◆ **EXERCISE DIRECTIONS**
In the data, find the word "apfloat" and copy out every line that has it.

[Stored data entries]
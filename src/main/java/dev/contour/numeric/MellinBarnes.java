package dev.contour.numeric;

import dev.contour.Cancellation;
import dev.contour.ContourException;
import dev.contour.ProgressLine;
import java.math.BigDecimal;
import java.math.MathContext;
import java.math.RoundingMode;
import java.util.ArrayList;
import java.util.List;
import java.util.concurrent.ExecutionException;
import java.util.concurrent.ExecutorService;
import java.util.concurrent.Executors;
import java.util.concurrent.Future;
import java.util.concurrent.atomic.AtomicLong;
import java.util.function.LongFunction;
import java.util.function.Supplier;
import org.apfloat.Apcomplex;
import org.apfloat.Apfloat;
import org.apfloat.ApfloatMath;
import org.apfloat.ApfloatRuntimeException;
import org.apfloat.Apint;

==

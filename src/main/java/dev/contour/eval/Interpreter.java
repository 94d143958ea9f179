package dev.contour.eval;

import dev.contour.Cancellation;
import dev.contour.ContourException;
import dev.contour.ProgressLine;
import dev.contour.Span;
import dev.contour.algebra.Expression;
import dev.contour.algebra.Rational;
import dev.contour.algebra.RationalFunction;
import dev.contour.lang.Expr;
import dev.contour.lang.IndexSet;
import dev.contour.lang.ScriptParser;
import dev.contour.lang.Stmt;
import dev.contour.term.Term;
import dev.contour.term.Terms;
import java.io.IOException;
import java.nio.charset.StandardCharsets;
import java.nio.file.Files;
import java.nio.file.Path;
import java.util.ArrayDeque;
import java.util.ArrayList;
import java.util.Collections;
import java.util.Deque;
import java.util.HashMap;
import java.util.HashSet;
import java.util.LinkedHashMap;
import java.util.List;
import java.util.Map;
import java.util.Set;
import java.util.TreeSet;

◆ **REPLY**
import org.apfloat.Apcomplex;
import org.apfloat.Apfloat;
import org.apfloat.ApfloatMath;
import org.apfloat.ApfloatRuntimeException;
import org.apfloat.Apint;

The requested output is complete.